In the comparison with other methods, we observe that on the Cars196 dataset, our DVML+Triplet\(_2\)+DWS achieves better performance than the previous state-of-the-art. In the other two datasets, our DVML also achieves comparable performance. It is noticeable that we take both sampling algorithms and modified loss functions as baselines and compete with the state-of-the-art in both of the categories, which further shows the effectiveness of our DVML.

To further verify our assumption, we first apply Kolmogorov-Smirnov test [22] to the central features learned with Triplet loss [18, 36] and measure the p-value. The results in Table 4 show that central features of classes in every dataset probably obey the isotropic Gaussian and their distributions are probably similar because the deviation of p-value over classes is small. We also measure the average relative deviation of features with and without DVML, and the result suggests that our DVML does remove intra-class variance from output features and helps to explicitly learn class centers.

4.4 Qualitative Results

Using a well-known visualization method t-SNE [30], we first visualize the central latent space of features learned with the N-pair loss [23] to illustrate our insight in Fig. 1.
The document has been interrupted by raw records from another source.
var mixLightsCommand = &command{
	name:  "mix",
	usage: "mix LIGHTS-MODEL.json --amounts name=drive,… [--observer 1931] [--out FILE.csv] [--json]",
	about: `Runs a lights model forward: the spectrum of the rig at the given drive
levels (0–1; channels not named are off) and its colour: X, Y, Z, x, y, u′, v′,
CCT and Duv (Ohno 2014; null with a warning outside the range where CIE 015
defines them) and the luminous efficacy of radiation of the channels' light.
X, Y, Z are relative — Y = 100 with every channel at full drive — unless the
model was fitted with --absolute, when they are photometric (Km = 683.002 lm/W:
cd/m² for spectral radiance, lx for irradiance). --out writes the spectrum as
CSV (wavelength column, then the spectrum).`,
	example: `  $ antipode fit lights kestrel/rig_ramps.csv --out rig.json
  $ antipode mix rig.json --amounts wash-red=0.8,wash-green=0.35,wash-blue=0.2
  $ antipode mix rig.json --amounts wash-lime=1,wash-blue=0.4 --out lime-blue.csv --json`,
}

var solveLightsCommand = &command{
	name:  "solve",
	usage: "solve LIGHTS-MODEL.json (--target FILE[:NAME] | --xy x,y | --cct K [--duv d]) [--level Y|target] [--add FILE[:NAME] [--add-level Y]] [--prefer efficacy|reference] [--maximize ra|rf|r9|efficacy|melanopic | --minimize melanopic [--tolerance-uv-prime d] [--tolerance-cct K --tolerance-duv d]] [--observer 1931] [--json]",
	about: `Finds the drive levels that make the rig reach a target chromaticity — given
as a light's spectrum (--target), as x, y, or as a CCT and Duv on the Planckian
locus — exactly, by visiting every vertex of the set of reachable mixes.

Without --level the mix is as bright as the rig allows; with --level Y it has
luminance Y on the model's scale (relative: Y = 100 with every channel at full
drive), and --level target takes the --target spectrum's own luminance in the
model's units. With more than three channels many mixes reach the target:
the recipes then also give the one of highest luminous efficacy of radiation
and the one whose spectrum is closest to a reference illuminant of the
target's CCT (Planck's law below 5000 K, CIE daylight above); --prefer says
which comes first.

--add names a coloured light (a lamp behind a gel) that shines as well: the
solve finds the channel mix that, added to it, reaches the target — first the
one that adds the least radiant power, then the brightest. The light is taken
in the model's units (measured with the same instrument), or scaled to
luminance --add-level Y on the model's scale.

Each recipe gives every channel's drive level, whether the target was reached,
the chromaticity reached and its Δu′v′ to the target, ΔE00 (at the target's
luminance, or at the mix's own for a chromaticity target), Y, CCT and Duv,
and the efficacy (lm/W of the channels' radiant power: a ratio, so it holds
for relative data too; not a fixture's electrical efficacy). A target the
rig cannot reach gives the nearest mix, marked not reachable.

` + lightsGoalHelp + `

` + lightsToleranceHelp + `

Every recipe also gives Ra and R9 (CIE 13.3), Rf (CIE 224:2017) and the
melanopic DER (CIE S 026) of the whole light, dark and added light included.`,
	example: `  $ antipode fit lights kestrel/rig_ramps.csv --out rig.json
  $ antipode solve rig.json --cct 4000 --duv 0
  $ antipode solve rig.json --cct 4000 --add kestrel/rig_filtered.csv
  $ antipode solve rig.json --xy 0.31,0.33 --level 40 --prefer reference --json
  $ antipode solve rig.json --cct 3200 --maximize ra
  $ antipode solve rig.json --cct 4000 --maximize ra --tolerance-uv-prime 0.002
  $ antipode solve rig.json --cct 3500 --maximize efficacy --tolerance-cct 100 --tolerance-duv 0.002`,
}

// lightsToleranceHelp explains the target-white tolerance of a quality
// goal.
const lightsToleranceHelp = `A tolerance lets the goal's recipe (and only it) land near the target white
instead of on it, to buy more of the goal's quality:
  --tolerance-uv-prime d   Δu′v′ to the target at most d (the same colorimetric
                           tolerance as in 'antipode pair'; 0.001 is about one
                           just-noticeable step between whites)
  --tolerance-cct K        with --cct: |CCT − target CCT| at most K kelvin
  --tolerance-duv d        with --cct: |Duv − target Duv| at most d
The recipe meets every tolerance given (a CCT tolerance needs a Duv one, or a
Δu′v′ one, beside it); the default, 0, reaches the target exactly. A level
(--level) is still met exactly. The recipe's Δu′v′ row shows what it used,
and a table shows what the tolerance buys: the optimum at none, half and
all of the tolerance.`

// lightsModel asserts the model's type.
func lightsModel(m mixing.Model) (*mixing.Lights, error) {
	l, ok := m.(*mixing.Lights)
	if !ok {
		return nil, fmt.Errorf("not a lights model (kind %s)", m.Kind())
	}
	return l, nil
}

// fitLights runs "antipode fit lights".
func fitLights(e *env, args []string) error {
	ff := fitFlags{model: "MODEL.json"}
	var response, obsName string
	var holdout float64
	var absolute bool
	fs := flag.NewFlagSet("fit lights", flag.ContinueOnError)
	ff.define(fs)
	fs.StringVar(&response, "response", mixing.ResponsePower, "response curve: `power` (w = d^γ) or monotone (Fritsch–Butland through the measured levels)")
	fs.Float64Var(&holdout, "holdout", 0, "hold out this `FRACTION` (0–0.5) of each channel's ramp, every k-th level by drive, to test the fit")
	fs.BoolVar(&absolute, "absolute", false, "the spectra are radiometric (e.g. W·sr⁻¹·m⁻²·nm⁻¹): mix and solve print absolute photometric values (Km = 683.002 lm/W)")
	fs.StringVar(&obsName, "observer", "1931", "standard observer for the report: `1931` (2°) or 1964 (10°)")
	files, err := ff.parse(fitLightsCommand, fs, e, args, "measurement")
	if err != nil {
		return err
	}
	if response != mixing.ResponsePower && response != mixing.ResponseMonotone {
		return usagef("--response %s: want power or monotone", response)
	}
	if !(holdout >= 0 && holdout <= 0.5) {
		return usagef("--holdout %v: want a fraction in [0, 0.5]", holdout)
	}
	obs, err := observerFlag(obsName)
	if err != nil {
		return err
	}
	path := files[0]
	recs, err := readCalibration(e, path, "no channel or drive columns: a lights calibration needs the rows layout (name, channel, drive, [heldout], then wavelengths; see 'antipode fit lights --help')")
	if err != nil {
		return err
	}
	samples, err := mixing.LightRampsFromNamed(recs, path)
	if err != nil {
		return err
	}
	m, err := mixing.FitLights(samples, mixing.LightsFitOptions{Response: response, HoldOut: holdout, Observer: obs, Absolute: absolute})
	if err != nil {
		return fmt.Errorf("%s: %w", path, err)
	}
	if err := saveModel(ff.out, m, files); err != nil {
		return err
	}
	chans, err := lightsChannelRows(m, obs)
	if err != nil {
		return err
	}
	if ff.asJSON {
		return writeJSON(e.stdout, map[string]any{"model": ff.out, "kind": m.Kind(), "units": lightsUnits(m), "channels": chans, "fit": m.Report()})
	}
	printLightsFit(e.stdout, m, chans, path, ff.out)
	return nil
}

// lightsChannelJSON describes one fitted channel.
type lightsChannelJSON struct {
	Name     string   `json:"name"`
	Response string   `json:"response"`
	Gamma    *float64 `json:"gamma"`
	GammaSE  *float64 `json:"gamma_se"`
	Knots    *int     `json:"knots"`
	PeakNM   float64  `json:"peak_nm"`
	X        *float64 `json:"x"`
	Y        *float64 `json:"y"`
	Share    float64  `json:"luminance_share"` // fraction of the rig's full-drive Y
}

func lightsChannelRows(m *mixing.Lights, obs *colorimetry.Observer) ([]lightsChannelJSON, error) {
	var out []lightsChannelJSON
	for i := range m.Len() {
		c := m.Channel(i)
		r := lightsChannelJSON{Name: c.Name, Response: c.Response.Kind()}
		switch c.Response.Kind() {
		case mixing.ResponsePower:
			g, se := c.Response.Gamma()
			r.Gamma, r.GammaSE = ptr(g), ptr(se)
		case mixing.ResponseMonotone:
			d, _ := c.Response.Knots()
			k := len(d)
			r.Knots = &k
		}
		_, r.PeakNM = c.Spectrum.Max()
		col, err := m.Colour([]mixing.Amount{{Name: c.Name, Value: 1}}, obs)
		if err != nil {
			return nil, err
		}
		if len(col.Warnings) == 0 || col.XY != (colorimetry.XY{}) {
			r.X, r.Y = ptr(col.XY.X), ptr(col.XY.Y)
		}
		dark, err := m.Colour(nil, obs)
		if err != nil {
			return nil, err
		}
		full := 100.0
		if m.Absolute() {
			all := make([]mixing.Amount, m.Len())
			for j, n := range m.Names() {
				all[j] = mixing.Amount{Name: n, Value: 1}
			}
			a, err := m.Colour(all, obs)
			if err != nil {
				return nil, err
			}
			full = a.XYZ.Y
		}
		r.Share = (col.XYZ.Y - dark.XYZ.Y) / full
		out = append(out, r)
	}
	return out, nil
}

func lightsUnits(m *mixing.Lights) string {
	if m.Absolute() {
		return "absolute"
	}
	return "relative"
}

// lightsScaleNote says what the model's X, Y, Z mean.
func lightsScaleNote(m *mixing.Lights) string {
	if m.Absolute() {
		return "absolute photometric values (Km = 683.002 lm/W)"
	}
	return "relative: Y = 100 with every channel at full drive"
}
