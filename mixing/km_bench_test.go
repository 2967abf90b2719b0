package mixing

import (
	"encoding/json"
	"fmt"
	"os"
	"path/filepath"
	"testing"

	"github.com/antipode-color/antipode/colorimetry"
)

// benchDir is the shared benchmark data: $ANTIPODE_BENCH_DIR/data (where
// .ci/bench regenerates it) or shared/bench/data beside the repository,
// read when present.
var benchDir = func() string {
	if d := os.Getenv("ANTIPODE_BENCH_DIR"); d != "" {
		return filepath.Join(d, "data")
	}
	return filepath.Join("..", "..", "shared", "bench", "data")
}()

// benchData is the shared Kubelka–Munk benchmark: the invented colorant
// set, the 200 targets mixed with the model and their true recipes
// (shared/bench/README.md, km_recipe.py).
type benchData struct {
	model   *Pigments
	targets []colorimetry.Spectrum
	truth   [][]float64
}

// loadBench reads the shared benchmark data, or skips the test.
func loadBench(tb testing.TB) *benchData {
	tb.Helper()
	d, err := readBench()
	if err != nil {
		tb.Skipf("shared benchmark data absent or unreadable: %v", err)
	}
	return d
}

// loadBenchQuiet returns the shared benchmark data, or nil.
func loadBenchQuiet() *benchData {
	d, err := readBench()
	if err != nil {
		return nil
	}
	return d
}

// readBench reads the shared benchmark data.
func readBench() (*benchData, error) {
	var col struct {
		Start, Step float64
		Bands       int
		K1, K2      float64
		Colorants   []struct {
			Name string
			K, S []float64
		}
	}
	var tg struct {
		Reflectance [][]float64
	}
	var tr struct {
		Targets []struct{ Concentrations []float64 }
	}
	for _, f := range []struct {
		name string
		v    any
	}{{"km_colorants.json", &col}, {"km_targets.json", &tg}, {"km_truth.json", &tr}} {
		b, err := os.ReadFile(filepath.Join(benchDir, f.name))
		if err != nil {
			return nil, err
		}
		if err := json.Unmarshal(b, f.v); err != nil {
			return nil, fmt.Errorf("%s: %w", f.name, err)
		}
	}
	p := &Pigments{
		Grid:    colorimetry.Grid{Start: col.Start, Step: col.Step, N: col.Bands},
		White:   col.Colorants[0].Name,
		Surface: Saunderson{K1: col.K1, K2: col.K2},
	}
	for _, c := range col.Colorants {
		p.Colorants = append(p.Colorants, Colorant{Name: c.Name, K: c.K, S: c.S})
	}
	if err := p.Validate(); err != nil {
		return nil, err
	}
	d := &benchData{model: p}
	for _, r := range tg.Reflectance {
		s, err := colorimetry.NewSpectrumOnGrid(p.Grid, r, colorimetry.Options{})
		if err != nil {
			return nil, err
		}
		d.targets = append(d.targets, s)
	}
	for _, t := range tr.Targets {
		d.truth = append(d.truth, t.Concentrations)
	}
	return d, nil
}

// BenchmarkRecipeShared is the numpy/scipy anchor's own job
// (../shared/bench/km_recipe.py): for each of the 200 targets, the white plus
// every 3 of the 6 chromatic colorants (20 combinations). It reports
// ms/target; .ci/bench puts it beside the anchor's median.
func BenchmarkRecipeShared(b *testing.B) {
	d := loadBench(b)
	opt := RecipeOptions{Colorants: 3}
	b.ReportAllocs()
	b.ResetTimer()
	n := 0
	for range b.N {
		sol, err := d.model.Recipe(d.targets[n%len(d.targets)], opt)
		if err != nil {
			b.Fatal(err)
		}
		sinkDE = sol.Recipes[0].DE00
		n++
	}
	b.ReportMetric(float64(b.Elapsed().Microseconds())/1e3/float64(b.N), "ms/target")
}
Figures 3, 4, and 5 show the visualization of DVML+N-pair on the CUB-200-2011, Cars196 and Stanford Online Products datasets. The figures are best viewed when zoomed in. The color of the bounding box on each samples’ images represent their class label. Following [25, 33], we enlarge certain regions to highlight the discriminability of learned features. The visualization explicitly show that our proposed DVML learns a good metric which well preserves the distance relationships among classes, given a large range of intra-class variance.

5 Conclusion

In this paper, we have presented a novel applicable framework: deep variational metric learning (DVML). We assume and illustrate that the distribution of intra-class variance is invariant among classes. To the best of our knowledge, this is the first work to disentangle intra-class variance via variational inference, and the first to leverage the intra-class variance’s distribution to generate discriminative samples. We stress that with our DVML, current metric learning algorithms could be significantly improved. Furthermore, there are many future works, including image generating given certain classes, and utilizing those generated images to further improve robustness of metric learning models.